- **Work instruction**: The reply to the records below should contain exactly the lines from the line with "from reporter.units import read_unit" through the line with "from reporter.intake.foreign.grid import", and nothing besides.
>>>
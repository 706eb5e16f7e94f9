"""Whole columns of time stamps at once.  What `times.read_stamp` and `times.joined` say of each cell is the rule.

A text of date and time is read in two halves, each different half once; numbers and dates of a workbook are
read as arrays; anything else cell by cell.
"""

from __future__ import annotations

from collections.abc import Sequence
from dataclasses import dataclass
from datetime import UTC, date, datetime, timedelta
from operator import attrgetter
from typing import Any

import numpy as np

from reporter.intake.foreign.times import EPOCHS, SERIALS, Stamp, TimeStyle, read_stamp, zone_of
from reporter.intake.table import Raw
from reporter.logged import STAMPS, Counts, Moments, Where

#: Stands for a part that a stamp does not have.
NONE = np.iinfo(np.int64).min
_DAY, _MICROSECOND = timedelta(days=1), timedelta(microseconds=1)
_DAY_LENGTH = _DAY // _MICROSECOND
_FIRST = date(1970, 1, 1)
#: Days up to the end of 1904 are those a spreadsheet program gives to a time alone.
_NO_DAY_UNTIL = (date(1905, 1, 1) - _FIRST).days
#: No zone changes its offset within so long a time, counted from a full hour.
_QUARTER = timedelta(minutes=15) // _MICROSECOND


@dataclass(frozen=True, slots=True)
class Stamps:
    """The stamps of a column: days since 1970, time of day and offset [µs], `NONE` for what a stamp has not.

    `read` says where a stamp could be read.
    """

    day: Counts
    clock: Counts
    offset: Counts
    read: Where


def stamps_of(cells: Sequence[Raw], order: str) -> Stamps:
    """The stamps of a column of cells in an order."""
    parts = np.full((3, len(cells)), NONE, dtype=np.int64)
    read = np.zeros(len(cells), dtype=bool)
    types = set(map(type, cells))
    for kind in types:
        alone = len(types) == 1
        where = np.arange(len(cells)) if alone else np.array([i for i, c in enumerate(cells) if type(c) is kind])
        some = list(cells) if alone else [cells[i] for i in where.tolist()]
        if kind is str:
            _texts(some, order, where, parts, read)
        elif kind is float:
            _serials(np.array(some, dtype=np.float64), order, where, parts, read)
        elif kind is datetime and set(map(attrgetter("tzinfo"), some)) == {None}:
            _dates(np.array(some, dtype=STAMPS), where, parts, read)
        else:
            _each(some, order, where, parts, read)
    return Stamps(parts[0], parts[1], parts[2], read)


def _parts(stamp: Stamp | None) -> tuple[int, int, int]:
    """Day, time of day and offset of one stamp as numbers."""
    if stamp is None:
        return NONE, NONE, NONE
    return (
        NONE if stamp.day is None else (stamp.day - _FIRST).days,
        NONE if stamp.clock is None else stamp.clock // _MICROSECOND,
        NONE if stamp.offset is None else stamp.offset // _MICROSECOND,
    )


def _each(cells: Sequence[Any], order: str, where: Counts, parts: Counts, read: Where) -> None:
    """Cell by cell, each different one once."""
    known = {cell: read_stamp(cell, order) for cell in set(cells)}
    found = {cell: _parts(stamp) for cell, stamp in known.items()}
    parts[:, where] = np.array([found[cell] for cell in cells], dtype=np.int64).T
    read[where] = [known[cell] is not None for cell in cells]


def _texts(cells: Sequence[Any], order: str, where: Counts, parts: Counts, read: Where) -> None:
    """Texts: a date, then a time; where the halves are not just that, the whole text."""
    mark = " " if any(" " in cell for cell in cells[:50]) else "T"
    heads, tails = [cell.partition(mark)[0] for cell in cells], [cell.partition(mark)[2] for cell in cells]
    days = {head: _half(read_stamp(head, order), clock=False)[0] for head in set(heads)}
    parts[0, where] = [days[head] for head in heads]
    clocks, plain = _plain_clocks(tails)
    if not plain.all():
        each = {tail: _half(read_stamp(tail.strip(), order), clock=True) for tail in set(tails)}
        parts[1, where] = [each[tail][1] for tail in tails]
        parts[2, where] = [each[tail][2] for tail in tails]
    parts[1, where[plain]] = clocks[plain]
    whole = (parts[0, where] != NONE) & (parts[1, where] != NONE)
    read[where] = whole
    if rest := np.flatnonzero(~whole).tolist():
        _each([cells[i] for i in rest], order, where[rest], parts, read)


def _plain_clocks(texts: Sequence[str]) -> tuple[Counts, Where]:
    """Times written ``08:00`` or ``08:00:00`` throughout, in microseconds, and which of them are such."""
    lengths = set(map(len, texts))
    if len(lengths) != 1 or not lengths <= {5, 8}:
        return np.zeros(len(texts), dtype=np.int64), np.zeros(len(texts), dtype=bool)
    length = lengths.pop()
    marks = np.array(texts, dtype=f"U{length}").view(np.uint32).reshape(len(texts), length).astype(np.int64) - ord("0")
    plain = np.all(marks[:, 2::3] == ord(":") - ord("0"), axis=1)
    seconds = np.zeros(len(texts), dtype=np.int64)
    for at, most in ((0, 23), (3, 59), (6, 59)):
        if at < length:
            tens, ones = marks[:, at], marks[:, at + 1]
            number = 10 * tens + ones
            plain &= (tens >= 0) & (tens <= 9) & (ones >= 0) & (ones <= 9) & (number <= most)
            seconds = 60 * seconds + number
        else:
            seconds = 60 * seconds
    return seconds * 1_000_000, plain


def _half(stamp: Stamp | None, *, clock: bool) -> tuple[int, int, int]:
    """A stamp that is a time alone, or a date alone; nothing where it is more, or less."""
    day, time, offset = _parts(stamp)
    right = day == NONE if clock else time == NONE
    return (day, time, offset) if right else (NONE, NONE, NONE)


def _serials(numbers: Where, order: str, where: Counts, parts: Counts, read: Where) -> None:
    """Numbers of days: a time alone up to one, else days since the epoch of the order."""
    time = (numbers >= 0.0) & (numbers <= 1.0)
    epoch = EPOCHS.get(order)
    dated = (numbers >= SERIALS[0]) & (numbers <= SERIALS[1]) & (epoch is not None)
    exact = np.rint(np.where(time | dated, numbers, 0.0) * 86_400_000).astype(np.int64) * 1000
    if epoch is not None:
        moments = (np.datetime64(epoch, "us") + exact[dated].astype("timedelta64[us]")).astype(STAMPS)
        _dates(moments, where[dated], parts, read)
    parts[1, where[time]] = exact[time]
    read[where[time]] = True


def _dates(moments: Moments, where: Counts, parts: Counts, read: Where) -> None:
    """Moments to the millisecond: what is finer is the spreadsheet's rounding."""
    exact = (moments.astype(np.int64) + 500) // 1000 * 1000
    parts[0, where], parts[1, where] = exact // _DAY_LENGTH, exact % _DAY_LENGTH
    read[where] = True


def moments_of(columns: Sequence[Stamps], day: date | None, style: TimeStyle) -> tuple[Counts, Where]:
    """The moment of each row from its one or two stamps, in microseconds since 1970, and where there is one."""
    size = len(columns[0].day)
    on = np.full(size, NONE if day is None else (day - _FIRST).days, dtype=np.int64)
    clock, offset = np.full(size, NONE, dtype=np.int64), np.full(size, NONE, dtype=np.int64)
    for stamps in reversed(columns):
        dated = (stamps.day != NONE) & (stamps.day >= _NO_DAY_UNTIL)
        on[dated] = stamps.day[dated]
    for stamps in columns:
        timed = stamps.clock != NONE
        clock[timed], offset[timed] = stamps.clock[timed], stamps.offset[timed]
    found = (on != NONE) & (clock != NONE) & np.logical_and.reduce([stamps.read for stamps in columns])
    moments = np.where(found, on, 0) * _DAY_LENGTH + np.where(found, clock, 0)
    if style.zone and style.written:
        ahead = zone_of(style.written).utcoffset(None)
        offset[offset == NONE] = (ahead or timedelta(0)) // _MICROSECOND
    if style.zone and (written := found & (offset != NONE)).any():
        moments[written] = _in_zone(moments[written] - offset[written], style.zone)
    return moments, found


def _in_zone(moments: Counts, name: str) -> Counts:
    """Moments of UTC by the clock of a zone."""
    zone = zone_of(name)
    quarters, where = np.unique(moments // _QUARTER, return_inverse=True)
    offsets = []
    for quarter in quarters.tolist():
        there = (datetime(1970, 1, 1, tzinfo=UTC) + quarter * _QUARTER * _MICROSECOND).astimezone(zone).utcoffset()
        offsets.append((there or timedelta(0)) // _MICROSECOND)
    found: Counts = moments + np.array(offsets, dtype=np.int64)[where]
    return found
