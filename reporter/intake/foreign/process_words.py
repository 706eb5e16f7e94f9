"""Words of a plant's own log: which quantity a header names, and in which unit."""

from __future__ import annotations

import re
import tomllib
from collections.abc import Mapping
from functools import cache, lru_cache
from typing import Any

from reporter.errors import UnitError
from reporter.intake.foreign.words import folded, gases_in
from reporter.resources import table_text
from reporter.units import read_unit


@cache
def quantities() -> Mapping[str, Any]:
    """The quantities by key, with their words and units."""
    return dict(tomllib.loads(table_text("foreign_words.toml"))["process"])


@lru_cache(4096)
def process_in(text: str) -> str:
    """The key of the process quantity a header names; empty where it names a gas, or none."""
    words = folded(text)
    if gases_in(text):
        return ""
    best = ("", "")
    for key, row in quantities().items():
        for word in row["words"]:
            if re.search(rf"(?<![a-z]){re.escape(word)}(?![a-z])", words) and len(word) > len(best[1]):
                best = (key, word)
    return best[0]


def split_name(header: str) -> tuple[str, str]:
    """Name and unit of a header of a process column; the unit is empty where it names none that is known."""
    plain = " ".join(header.split())
    found = re.search(r"[\[(]([^\[\]()]*)[\])]", plain)
    tries = [(found[1], plain[: found.start()] + plain[found.end() :])] if found else []
    parts = [part.strip() for part in re.split(r"[|,;]", plain)]
    tries += [(part, " ".join(p for i, p in enumerate(parts) if i != k)) for k, part in enumerate(parts) if k]
    words = plain.split()
    tries += [(" ".join(words[k:]), " ".join(words[:k])) for k in range(max(1, len(words) - 2), len(words))]
    for text, rest in tries:
        try:
            return " ".join(rest.replace("|", " ").split()) or plain, read_unit(text).unit
        except UnitError:
            continue
    return " ".join(plain.replace("|", " ").split()), ""
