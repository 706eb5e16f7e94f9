"""A file read by a mapping: readings with their places, what was left out and why, and what is wrong."""

from __future__ import annotations

from collections import Counter
from collections.abc import Sequence
from dataclasses import dataclass, field, replace
from datetime import date, datetime
from pathlib import Path

import numpy as np

from reporter.intake.foreign.grid import Grid, letters, read_grid
from reporter.intake.foreign.mapping import MappedColumn, Mapping, differences_of
from reporter.intake.foreign.reader import LeftOut, Reader
from reporter.intake.foreign.tables import Table, find_tables
from reporter.intake.foreign.times import TimeStyle
from reporter.intake.gather import Gathered
from reporter.logged import Floats, LoggedRows
from reporter.problems import Place, Problem
from reporter.record import Readings, SourceFile


@dataclass(frozen=True, slots=True)
class Report:
    """What was understood of a file."""

    file: str
    mapping: str
    rows: int = 0
    left_out: tuple[LeftOut, ...] = ()
    first: datetime | None = None
    last: datetime | None = None
    step: float = 0.0
    gaps: tuple[tuple[datetime, datetime], ...] = ()
    merged: int = 0
    columns: tuple[str, ...] = ()
    comments: tuple[str, ...] = ()

    def lines(self) -> tuple[str, ...]:
        """The report in lines of plain text."""
        lines = [f"read by the mapping {self.mapping!r}: {self.rows} rows of readings"]
        if self.first is not None and self.last is not None:
            lines.append(f"time: {self.first:%Y-%m-%d %H:%M:%S} to {self.last:%Y-%m-%d %H:%M:%S}, each {self.step:g} s")
        lines += [f"column {words}" for words in self.columns]
        lines += [f"gap: nothing between {a:%Y-%m-%d %H:%M:%S} and {b:%Y-%m-%d %H:%M:%S}" for a, b in self.gaps[:10]]
        if len(self.gaps) > 10:
            lines.append(f"and {len(self.gaps) - 10} more gaps")
        if self.merged:
            lines.append(f"{self.merged} rows stood twice with the same readings and count once")
        lines += self.comments[:20]
        lines += [f"left out {out.place.text()}: {out.why}" for out in self.left_out[:20]]
        if len(self.left_out) > 20:
            lines.append(f"and {len(self.left_out) - 20} more rows left out")
        return tuple(lines)


@dataclass(frozen=True, slots=True)
class ForeignReadings:
    """What a mapping gave: readings, the report, every problem, the columns they came from, the file."""

    readings: Readings
    report: Report
    problems: tuple[Problem, ...]
    columns: tuple[MappedColumn, ...] = ()
    time: TimeStyle = field(default_factory=TimeStyle)
    source: SourceFile = field(default_factory=lambda: SourceFile("", "", 0))


def apply(path: str | Path, mapping: Mapping, *, day: date | None = None) -> ForeignReadings:
    """Read a file by a mapping.

    Parameters
    ----------
    path
        The logger's file.
    mapping
        Made for files of its shape; another shape is a problem that says the difference.
    day
        The test date, where the mapping says that the file holds times alone.

    Returns
    -------
    ForeignReadings
        Rows in time order.  Nothing is raised for what is in the file.
    """
    return apply_to_grid(read_grid(path), mapping, day=day)


def _not_read(grid: Grid, every: Sequence[Table], tables: Sequence[Table]) -> list[LeftOut]:
    """The tables of a file that are not among those read."""
    others = [table for table in every if table.last > table.first and all(table is not one for one in tables)]
    places = (grid.place(table.page, table.header_rows[0], table.columns[0]) for table in others)
    return [LeftOut(place, f"a table: {table.words()}") for place, table in zip(places, others, strict=True)]


def apply_to_grid(
    grid: Grid, mapping: Mapping, *, day: date | None = None, tables: Sequence[Table] | None = None
) -> ForeignReadings:
    """The same for a grid already read, and its tables if they have been found."""
    gathered = Gathered(grid.source.name)
    every = find_tables(grid) if tables is None else tables
    fitting = [table for table in every if mapping.fits(table)]
    tables = [table for table in fitting if not (table.page.hidden and mapping.hidden == "leave out")]
    changed = differences_of(mapping, grid, every) if grid.pages else ()
    if grid.pages and (changed or not tables):
        code = "mapping-differs" if every else "no-readings-table"
        gathered.add(code, gathered.place(), "; ".join(changed) or "only hidden sheets have the table")
    lanes = [(index, column) for index, column in enumerate(mapping.columns) if column.use == "reading"]
    empty = Readings(tuple(column.channel for _, column in lanes), (), (), Place(grid.source.name))
    if gathered.unreadable or not grid.pages:
        problems = (*grid.problems, *gathered.all())
        return ForeignReadings(empty, Report(grid.source.name, mapping.name), problems, source=grid.source)
    work = Reader(grid, mapping, gathered, day)
    for table in tables:
        work.read(table)
    work.left_out += _not_read(grid, every, tables)
    rows = work.in_order()
    columns = tuple(letters(tables[0].columns[index]) for index, _ in lanes)
    readings = Readings(empty.channels, columns, rows, Place(grid.source.name, tables[0].page.sheet))
    report = _report(work, rows, [column for _, column in lanes], columns)
    report = replace(report, comments=tuple(text for table in tables for text in table.page.comment_words()))
    if work.left_out:
        first = work.left_out[0]
        counts = Counter(out.why.split(":")[0] for out in work.left_out)
        found = ", ".join(f"{count} ({why})" for why, count in counts.items())
        gathered.add("rows-left-out", first.place, found)
    for page in {id(table.page): table.page for table in tables}.values():
        if hidden := "the sheet" if page.hidden else page.hidden_words():
            gathered.add("hidden-read", gathered.place(page.sheet), hidden)
    work.say_negative()
    work.say_fractions()
    if not len(rows) and not gathered.unreadable:
        gathered.add("no-readings-table", readings.place, "a header and no row of readings")
    used = tuple(column for _, column in lanes)
    problems = (*grid.problems, *gathered.all())
    return ForeignReadings(readings, report, problems, used, mapping.time, grid.source)


def _report(work: Reader, rows: LoggedRows, used: Sequence[MappedColumn], columns: Sequence[str]) -> Report:
    times = rows.times
    steps = np.diff(times).astype(np.int64) / 1e6
    step = _most_common(steps) if len(steps) else 0.0
    gaps = np.flatnonzero(steps > 1.5 * step) if step else np.zeros(0, dtype=np.int64)
    words = tuple(
        f"{letter}: {column.channel} in {column.unit}, {column.basis}"
        for letter, column in zip(columns, used, strict=True)
    )
    ends = tuple(zip(times[gaps].tolist(), times[gaps + 1].tolist(), strict=True))
    report = Report(work.grid.source.name, work.mapping.name, len(rows), tuple(work.left_out), gaps=ends, columns=words)
    if not len(rows):
        return report
    return replace(report, first=times[0].item(), last=times[-1].item(), step=step, merged=work.merged)


def _most_common(steps: Floats) -> float:
    """The most common of some steps, the first among equals."""
    each, firsts, counts = np.unique(steps, return_index=True, return_counts=True)
    return float(each[min(range(len(each)), key=lambda at: (-counts[at], firsts[at]))])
<<<
- **Written answer**:
from reporter.units import read_unit


@cache
def quantities() -> Mapping[str, Any]:
    """The quantities by key, with their words and units."""
    return dict(tomllib.loads(table_text("foreign_words.toml"))["process"])


@lru_cache(4096)
def process_in(text: str) -> str:
    """The key of the process quantity a header names; empty where it names a gas, or none."""
    words = folded(text)
    if gases_in(text):
        return ""
    best = ("", "")
    for key, row in quantities().items():
        for word in row["words"]:
            if re.search(rf"(?<![a-z]){re.escape(word)}(?![a-z])", words) and len(word) > len(best[1]):
                best = (key, word)
    return best[0]


def split_name(header: str) -> tuple[str, str]:
    """Name and unit of a header of a process column; the unit is empty where it names none that is known."""
    plain = " ".join(header.split())
    found = re.search(r"[\[(]([^\[\]()]*)[\])]", plain)
    tries = [(found[1], plain[: found.start()] + plain[found.end() :])] if found else []
    parts = [part.strip() for part in re.split(r"[|,;]", plain)]
    tries += [(part, " ".join(p for i, p in enumerate(parts) if i != k)) for k, part in enumerate(parts) if k]
    words = plain.split()
    tries += [(" ".join(words[k:]), " ".join(words[:k])) for k in range(max(1, len(words) - 2), len(words))]
    for text, rest in tries:
        try:
            return " ".join(rest.replace("|", " ").split()) or plain, read_unit(text).unit
        except UnitError:
            continue
    return " ".join(plain.replace("|", " ").split()), ""
repository 706eb5e16f7e94f9
"""A file read by a mapping: readings with their places, what was left out and why, and what is wrong."""

from __future__ import annotations

from collections import Counter
from collections.abc import Sequence
from dataclasses import dataclass, field, replace
from datetime import date, datetime
from pathlib import Path

import numpy as np

from reporter.intake.foreign.grid import Grid, letters, read_grid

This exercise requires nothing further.